-- ASSIGNMENT --
Tell how many lines below include the word "focal". Only the number should appear.

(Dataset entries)
═══
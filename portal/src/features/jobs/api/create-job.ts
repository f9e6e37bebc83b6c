import type { CreateJob, Job } from '@tallypole/shared/schemas/jobs';
import { post } from '../../../lib/http.ts';

export const createJob = (input: CreateJob, idempotencyKey: string): Promise<Job> => post('jobs', input, { idempotencyKey });
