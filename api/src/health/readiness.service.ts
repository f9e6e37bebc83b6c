import { Injectable, Logger } from '@nestjs/common';
import type { Ready } from '@tallypole/shared/schemas/health';
import { Problem } from '../common/problem.ts';
import { missingMigrations } from '../database/migrator.ts';
import { ReadinessRepository } from './readiness.repository.ts';

@Injectable()
export class ReadinessService {
  private readonly logger = new Logger('readiness');
  /** Migrations only go forward: what was current once stays so for this build. */
  private migrationsCurrent = false;

  constructor(private readonly repository: ReadinessRepository) {}

  async check(): Promise<Ready> {
    try {
      await this.repository.bothPools();
    } catch (error) {
      throw this.refuse('The database does not answer.', error);
    }
    await this.checkMigrations();
    try {
      return { status: 'ready', queueWaitingSeconds: await this.repository.queueWaitingSeconds() };
    } catch (error) {
      throw this.refuse('The queue cannot be reached.', error);
    }
  }

  private async checkMigrations(): Promise<void> {
    if (this.migrationsCurrent) return;
    const missing = await this.repository.appliedMigrations().then(missingMigrations, () => ['all']);
    if (missing.length > 0) throw this.refuse(`Migrations are missing: ${missing.join(', ')}.`);
    this.migrationsCurrent = true;
  }

  private refuse(detail: string, error?: unknown): Problem {
    this.logger.warn({ event: 'not ready', detail, err: error });
    return new Problem('busy', { detail });
  }
}
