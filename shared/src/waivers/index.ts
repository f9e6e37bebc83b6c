export type { Trade, TradeExposure, TradeInvoice, TradePayment, Waiver, WaiverExposure } from './types.ts';
export { waiverExposure } from './waiver-exposure.ts';
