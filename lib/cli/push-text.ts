/**
 * Pushes, money and targets as the command line writes them:
 *
 *   --push   firm=rival,kind=recruits,start=3,length=6,size=5000,ramp=1,carry-over=3
 *   --push   firm=focal,kind=recruits,start=3,length=6,spend=20000,cost-per-recruit=12,most=4000
 *   --money  currency=EUR,margin=2.5,rival-margin=3,discount=10%,months=24
 *   --keep   firm=focal,share=40%,month=24,chance=80%
 *
 * Months count from the last observed one. What is read is checked by the same schemas as a written scenario.
 */
import type { z } from 'zod';
import { type Target, targetSchema } from '../scenario/answers';
import { type Money, moneySchema } from '../scenario/money';
import { PUSH_KINDS } from '../scenario/push-bounds';
import { pushSchema } from '../scenario/push-schema';
import type { PricedPush } from '../scenario/spend';
import { KeyValueError, need, readChoice, readFraction, readNumber, splitKeyValues } from './key-values';

export type TextReading<T> = { ok: true; value: T } | { ok: false; reason: string };

const FIRMS = ['focal', 'rival'] as const;
const PUSH_KEYS = [
  'firm',
  'kind',
  'start',
  'length',
  'size',
  'ramp',
  'carry-over',
  'spend',
  'cost-per-recruit',
  'most',
];
const MONEY_KEYS = ['currency', 'margin', 'rival-margin', 'discount', 'months'];
const TARGET_KEYS = ['firm', 'share', 'month', 'chance'];
/** Length of a push that never ends. */
const LASTING = 'lasting';

/** @param isSizeAsked a counter-push may leave its size out: it is what is asked for */
export function readPushText(text: string, isSizeAsked = false): TextReading<PricedPush> {
  return readText('--push', pushSchema, () => {
    const values = splitKeyValues(text, PUSH_KEYS);
    const kind = readChoice('kind', need(values, 'kind'), PUSH_KINDS);
    const size =
      values.get('size') ?? (isSizeAsked || values.has('cost-per-recruit') ? '0' : need(values, 'size'));
    const length = need(values, 'length');
    return {
      firm: readFirm(values.get('firm') ?? (isSizeAsked ? 'focal' : need(values, 'firm'))),
      kind,
      startMonth: readNumber('start', values.get('start') ?? '0'),
      lengthMonths: length === LASTING ? null : readNumber('length', length),
      size: kind === 'recruits' ? readNumber('size', size) : readFraction('size', size),
      rampMonths: readNumber('ramp', values.get('ramp') ?? '0'),
      carryOverHalfLifeMonths: readNumber('carry-over', values.get('carry-over') ?? '0'),
      ...readPrice(values, isSizeAsked),
    };
  });
}

function readPrice(values: Map<string, string>, isSizeAsked: boolean) {
  const cost = values.get('cost-per-recruit');
  const most = values.get('most');
  if (most !== undefined && cost === undefined) throw new KeyValueError('“most” needs “cost-per-recruit”.');
  const spend = values.get('spend') ?? (cost !== undefined && isSizeAsked ? '0' : undefined);
  return {
    ...(spend === undefined ? {} : { spendPerMonth: readNumber('spend', spend) }),
    ...(cost === undefined
      ? {}
      : {
          response: {
            costPerRecruit: readNumber('cost-per-recruit', cost),
            mostPerMonth: most === undefined ? null : readNumber('most', most),
          },
        }),
  };
}

export function readMoneyText(text: string): TextReading<Money> {
  return readText('--money', moneySchema, () => {
    const values = splitKeyValues(text, MONEY_KEYS);
    const rival = values.get('rival-margin');
    const months = values.get('months');
    return {
      currency: need(values, 'currency'),
      marginPerUserMonth: {
        focal: readNumber('margin', need(values, 'margin')),
        rival: rival === undefined ? null : readNumber('rival-margin', rival),
      },
      discountRatePerYear: readFraction('discount', values.get('discount') ?? '0'),
      months: months === undefined ? null : readNumber('months', months),
    };
  });
}

export function readTargetText(text: string): TextReading<Target> {
  return readText('--keep', targetSchema, () => {
    const values = splitKeyValues(text, TARGET_KEYS);
    return {
      firm: readFirm(values.get('firm') ?? 'focal'),
      share: readFraction('share', need(values, 'share')),
      month: readNumber('month', need(values, 'month')),
      chance: readFraction('chance', need(values, 'chance')),
    };
  });
}

function readFirm(text: string): 1 | 2 {
  return readChoice('firm', text, FIRMS) === 'focal' ? 1 : 2;
}

function readText<T>(option: string, schema: z.ZodType<T>, read: () => unknown): TextReading<T> {
  try {
    const parsed = schema.safeParse(read());
    if (parsed.success) return { ok: true, value: parsed.data };
    const [issue] = parsed.error.issues;
    return { ok: false, reason: `${option}: ${issue!.path.join('.')}: ${issue!.message}.` };
  } catch (error) {
    if (error instanceof KeyValueError) return { ok: false, reason: `${option}: ${error.message}` };
    throw error;
  }
}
═══
-- FINISHED EXERCISE --
7